Pennylane Multi-gpu/multi-node vs Qiskit AER GPU setup

Qiskit AER GPU setup is much simpler than Pennylane GPU on Nersc Perlmutter machines.
I just installed one package and Qiskit AER multi-gpu works without any additional setup.
Where as pennylane needs - Distributing quantum simulations using lightning.gpu with NVIDIA cuQuantum | PennyLane Blog

Any idea how this can be simplied in pennylane, or is it already addressed in future releases?

Hi @QuantumMan

Thanks for your feedback. I do understand that setting up HPC environment software packages is frustrating, though we aim to make this as painless as possible. Just a note, the official LightningGPU documentation and installation instructions for MPI can be found at Lightning-GPU installation — Lightning 0.34.0 documentation
The original LightningGPU repository was fully migrated into the GitHub - PennyLaneAI/pennylane-lightning: The PennyLane-Lightning plugin provides a fast state-vector simulator written in C++ for use with PennyLane as of the v0.33 release, so all packages and instructions are now housed there. We have decided to fully archive that site, so you should see a warning and read-only marking now when visiting GitHub - PennyLaneAI/pennylane-lightning-gpu: GPU enabled Lightning simulator for accelerated circuit simulation. See https://github.com/PennyLaneAI/pennylane-lightning for all future development of this project. so thanks for prompting us to do this.
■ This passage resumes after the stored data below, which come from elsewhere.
package org.ladderkin.report;

import java.util.ArrayList;
import java.util.List;
import java.util.Locale;
import org.ladderkin.fit.ThresholdLawFit;

/** The {@code fit-yields} report: the threshold law across photon energies, its numbers and one chart. */
public final class FitYieldsReport {

    private FitYieldsReport() {
    }

    /** The chart: QY against ħω/E_g with ±1 standard-error bars, the fitted law and the energy-conservation limit. */
    public static ChartSpec chart(ThresholdLawFit.Result r) {
        List<ChartSpec.Series> series = new ArrayList<>();
        List<ThresholdLawFit.Point> pts = r.points();
        double[] x = new double[pts.size()];
        double[] y = new double[pts.size()];
        for (int i = 0; i < x.length; i++) {
            x[i] = pts.get(i).photonEnergyOverGap();
            y[i] = pts.get(i).quantumYield();
        }
        series.add(ChartSpec.Series.points("measured QY (±1 standard error)", x, y).colour(0));
        for (int i = 0; i < x.length; i++) {
            double e = pts.get(i).stdError();
            series.add(ChartSpec.Series.line("error bar " + (i + 1), new double[] {x[i], x[i]}, new double[] {y[i] - e, y[i] + e})
                    .colour(0).unlisted());
        }
        double lo = Math.min(1, x[0] - 0.2);
        double hi = Math.max(x[x.length - 1] + 0.2, r.thresholdOverGap() + 0.5);
        series.add(ChartSpec.Series.line(String.format(Locale.ROOT, "fit: E_th = %.3g E_g, ε_eh = %.3g E_g",
                r.thresholdOverGap(), r.pairEnergyOverGap()), knots(lo, hi, r.thresholdOverGap()), lawAt(knots(lo, hi,
                r.thresholdOverGap()), r.thresholdOverGap(), r.pairEnergyOverGap())).colour(1));
        double[] k = knots(lo, hi, ThresholdLawFit.CONSERVATION_THRESHOLD_OVER_GAP);
        series.add(ChartSpec.Series.line("energy conservation: E_th = 2 E_g, ε_eh = E_g", k,
                lawAt(k, ThresholdLawFit.CONSERVATION_THRESHOLD_OVER_GAP, ThresholdLawFit.CONSERVATION_PAIR_ENERGY_OVER_GAP))
                .colour(2));
        return new ChartSpec("Quantum yield against photon energy", "photon energy ħω / E_g", "quantum yield QY = 1 + η",
                false, false, series);
    }

    private static double[] knots(double lo, double hi, double threshold) {
        return threshold > lo && threshold < hi ? new double[] {lo, threshold, hi} : new double[] {lo, hi};
    }

    private static double[] lawAt(double[] x, double a, double b) {
        double[] y = new double[x.length];
        for (int i = 0; i < x.length; i++) {
            y[i] = ThresholdLawFit.law(a, b, x[i]);
        }
        return y;
    }

    /** The whole page. */
    public static String html(ThresholdLawFit.Result r, double gapEv) {
        HtmlPage page = new HtmlPage("Multiplication yields across photon energies");
        page.heading(1, "Multiplication yields across photon energies");
        page.paragraph(String.format(Locale.ROOT, "Threshold-linear law QY = 1 + (ħω − E_th)/ε_eh above E_th, 1 below, "
                + "fitted by weighted least squares to %d yields (E_g = %.4g eV). The energy-conservation limit is "
                + "E_th = 2 E_g with ε_eh = E_g.", r.points().size(), gapEv));
        List<List<String>> rows = new ArrayList<>();
        rows.add(List.of("E_th / E_g", num(r.thresholdOverGap()), num(r.thresholdStdError()),
                num(r.thresholdOverGap() * gapEv) + " eV"));
        rows.add(List.of("ε_eh / E_g", num(r.pairEnergyOverGap()), num(r.pairEnergyStdError()),
                num(r.pairEnergyOverGap() * gapEv) + " eV"));
        rows.add(List.of("η_CM = E_g / ε_eh", num(r.efficiency()), num(r.efficiencyStdError()), ""));
        page.table(List.of("quantity", "value", "standard error", "in eV"), rows);
        page.paragraph(String.format(Locale.ROOT, "χ² = %.3g over %d degrees of freedom, %d of %d points above the "
                + "threshold; errors take each yield's standard error as known.", r.chiSquare(), r.degreesOfFreedom(),
                r.pointsAbove(), r.points().size()));
        List<List<String>> pts = new ArrayList<>();
        for (ThresholdLawFit.Point p : r.points()) {
            pts.add(List.of(p.label(), num(p.photonEnergyOverGap()), num(p.quantumYield()), num(p.stdError()),
                    num(r.quantumYield(p.photonEnergyOverGap()))));
        }
        page.table(List.of("result", "ħω / E_g", "QY", "standard error", "law"), pts);
        page.charts(List.of(chart(r)), 760, 420);
        return page.render();
    }

    private static String num(double v) {
        return String.format(Locale.ROOT, "%.4g", v);
    }
}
Note that Perlmutter very recently updated their default system environment and toolkits, so if you are using the older cached install instructions from your other forum post, they may not explicitly work. We are migrating LightningGPU right now to work with natively with CUDA 12, but for an active Perlmutter CUDA 11 environment you should be able to get a working version by ensuring the available libraries and toolkits are not defaulting to CUDA 12 variants.

Additionally, the Qiskit AER GPU support you reference is not using NVIDIA’s cuQuantum libraries, and builds the Qiskit-provided CUDA kernels with the CUDA version available. Given the backend observable and measurement process supports we added through LightningGPU and cuQuantum, I also expect a different feature set and performance between both packages.
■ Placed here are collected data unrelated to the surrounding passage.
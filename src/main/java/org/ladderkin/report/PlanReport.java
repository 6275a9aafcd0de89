package org.ladderkin.report;

import java.util.ArrayList;
import java.util.List;
import java.util.Locale;
import org.ladderkin.observe.EarlyLate;
import org.ladderkin.observe.Risk;
import org.ladderkin.observe.Verdict;
import org.ladderkin.plan.CampaignPlan;
import org.ladderkin.plan.DelayPlan;
import org.ladderkin.plan.DesignSearch;
import org.ladderkin.plan.ExpectedError;
import org.ladderkin.plan.FluencePoint;
import org.ladderkin.plan.Instrument;
import org.ladderkin.plan.Predictions;
import org.ladderkin.plan.RateOption;
import org.ladderkin.plan.WavelengthOption;
import org.ladderkin.plan.WhatIf;
import org.ladderkin.units.Dimension;
import org.ladderkin.units.PhysicalConstants;
import org.ladderkin.units.Quantity;
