package org.ladderkin.report;

import java.awt.Graphics2D;
import java.awt.geom.Rectangle2D;
import java.text.DecimalFormat;
import java.text.DecimalFormatSymbols;
import java.util.ArrayList;
import java.util.List;
import java.util.Locale;
import org.jfree.chart.axis.AxisState;
import org.jfree.chart.axis.NumberAxis;
import org.jfree.chart.axis.NumberTick;
import org.jfree.chart.axis.NumberTickUnit;
import org.jfree.chart.axis.TickType;
import org.jfree.chart.axis.TickUnits;
import org.jfree.chart.axis.ValueTick;
import org.jfree.chart.ui.RectangleEdge;

/**
 * A linear axis with steps of 1, 2 or 5 times a power of ten and its labels in one format ({@link AxisLabels#linear}),
 * so "0.0005" never stands beside "1E-3" and zero is written "0".
 */
final class ReadableNumberAxis extends NumberAxis {

    private static final long serialVersionUID = 1L;

    /** @param integers steps of whole numbers only (an axis of exciton numbers) */
    ReadableNumberAxis(String label, boolean integers) {
        super(label);
        setAutoRangeIncludesZero(false);
        TickUnits units = new TickUnits();
        for (int k = integers ? 0 : -12; k <= 15; k++) {
            for (int m : new int[] {1, 2, 5}) {
                double step = m * Math.pow(10, k);
                DecimalFormat f = new DecimalFormat(k >= 0 ? "0" : "0." + "0".repeat(-k), DecimalFormatSymbols.getInstance(Locale.ROOT));
                units.add(new NumberTickUnit(step, f));
            }
        }
        setStandardTickUnits(units);
    }

    @Override
    @SuppressWarnings({"rawtypes", "unchecked"})
    public List refreshTicks(Graphics2D g2, AxisState state, Rectangle2D dataArea, RectangleEdge edge) {
        List<?> ticks = super.refreshTicks(g2, state, dataArea, edge);
        List<Double> values = new ArrayList<>();
        for (Object t : ticks) {
            if (t instanceof ValueTick v && v.getTickType() == TickType.MAJOR) {
                values.add(v.getValue());
            }
        }
        List<String> labels = AxisLabels.linear(values, getTickUnit().getSize());
        List out = new ArrayList();
        int i = 0;
        for (Object t : ticks) {
            if (t instanceof ValueTick v && v.getTickType() == TickType.MAJOR) {
                out.add(new NumberTick(TickType.MAJOR, v.getValue(), labels.get(i++), v.getTextAnchor(), v.getRotationAnchor(), v.getAngle()));
            } else {
                out.add(t);
            }
        }
        return out;
    }
}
Unfortunately, as requested in your other post, we don’t have the availability to validate Perlmutter’s latest changes right at this moment, but will be happy to provide input if you run into difficulty.

Thank you for the response and detailed information and I will try the 0.34.0v. One feedback about the usability of multi-GPU/multi-node GPUs is probably to have two variants, where users can build if they want to use the advanced features/performance improvements for real-world low latency cases, might make sense to use Nvidia CUQuantum. But users who are ok with using multi-gpu but not so sensitive to performance - should have the flexibility to install things easily and move on (just like qiskit cuda kernels with cuda version available.) I wonder if this would be a problem again with the new version of cuda whenever that happens.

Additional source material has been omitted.